About this exercise
Only these lines of the data below are wanted: the one with "public int Dimension", the one with "public int IndexOf(ReadOnlySpan<int>", and any lines between them, each repeated exactly.

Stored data
▬▬▬▬▬▬▬▬▬▬

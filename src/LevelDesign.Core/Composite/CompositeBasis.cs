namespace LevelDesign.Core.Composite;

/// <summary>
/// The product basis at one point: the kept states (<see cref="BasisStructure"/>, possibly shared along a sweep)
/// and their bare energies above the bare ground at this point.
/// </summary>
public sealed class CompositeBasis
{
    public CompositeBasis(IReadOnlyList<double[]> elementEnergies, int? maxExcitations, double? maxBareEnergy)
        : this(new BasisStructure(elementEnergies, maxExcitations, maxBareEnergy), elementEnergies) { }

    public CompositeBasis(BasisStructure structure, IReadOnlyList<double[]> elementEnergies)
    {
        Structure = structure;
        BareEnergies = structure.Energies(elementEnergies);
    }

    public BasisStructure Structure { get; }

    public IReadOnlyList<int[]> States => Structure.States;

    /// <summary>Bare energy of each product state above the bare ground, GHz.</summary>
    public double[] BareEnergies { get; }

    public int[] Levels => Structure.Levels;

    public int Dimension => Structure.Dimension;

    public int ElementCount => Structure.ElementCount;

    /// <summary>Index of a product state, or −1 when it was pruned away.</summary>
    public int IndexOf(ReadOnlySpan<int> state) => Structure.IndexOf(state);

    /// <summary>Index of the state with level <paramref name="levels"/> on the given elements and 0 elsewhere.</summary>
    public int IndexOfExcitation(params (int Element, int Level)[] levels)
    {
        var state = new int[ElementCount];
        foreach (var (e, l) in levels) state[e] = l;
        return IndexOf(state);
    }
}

▬▬▬▬▬▬▬▬▬▬

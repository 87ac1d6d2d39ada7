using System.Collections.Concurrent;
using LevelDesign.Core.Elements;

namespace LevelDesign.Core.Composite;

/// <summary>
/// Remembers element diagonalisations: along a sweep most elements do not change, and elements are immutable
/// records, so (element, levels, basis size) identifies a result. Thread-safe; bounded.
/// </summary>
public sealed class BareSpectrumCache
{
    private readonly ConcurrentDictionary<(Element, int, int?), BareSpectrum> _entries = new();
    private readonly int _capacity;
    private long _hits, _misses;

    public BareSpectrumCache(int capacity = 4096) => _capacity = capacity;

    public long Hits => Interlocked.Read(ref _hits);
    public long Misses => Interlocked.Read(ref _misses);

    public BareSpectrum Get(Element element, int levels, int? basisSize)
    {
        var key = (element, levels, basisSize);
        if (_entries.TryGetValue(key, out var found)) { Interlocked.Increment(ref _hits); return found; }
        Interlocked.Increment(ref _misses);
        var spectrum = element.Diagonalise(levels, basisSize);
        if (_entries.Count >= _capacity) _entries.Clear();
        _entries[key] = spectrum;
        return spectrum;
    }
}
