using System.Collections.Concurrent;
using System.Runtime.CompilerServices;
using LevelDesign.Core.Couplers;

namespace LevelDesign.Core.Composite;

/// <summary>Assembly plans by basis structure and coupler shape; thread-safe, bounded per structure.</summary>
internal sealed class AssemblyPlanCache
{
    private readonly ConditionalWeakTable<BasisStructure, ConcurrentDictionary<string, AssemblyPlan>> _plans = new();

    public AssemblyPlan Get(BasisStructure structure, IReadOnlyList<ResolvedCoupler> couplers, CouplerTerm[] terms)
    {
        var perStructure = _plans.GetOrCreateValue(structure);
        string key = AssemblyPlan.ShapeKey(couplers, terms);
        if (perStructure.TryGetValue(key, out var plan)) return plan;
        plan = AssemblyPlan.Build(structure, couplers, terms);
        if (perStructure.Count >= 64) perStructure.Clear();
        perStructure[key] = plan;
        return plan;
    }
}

▬▬▬▬▬▬▬▬▬▬

Worked solution
    public int Dimension => Structure.Dimension;

    public int ElementCount => Structure.ElementCount;

    /// <summary>Index of a product state, or −1 when it was pruned away.</summary>
    public int IndexOf(ReadOnlySpan<int> state) => Structure.IndexOf(state);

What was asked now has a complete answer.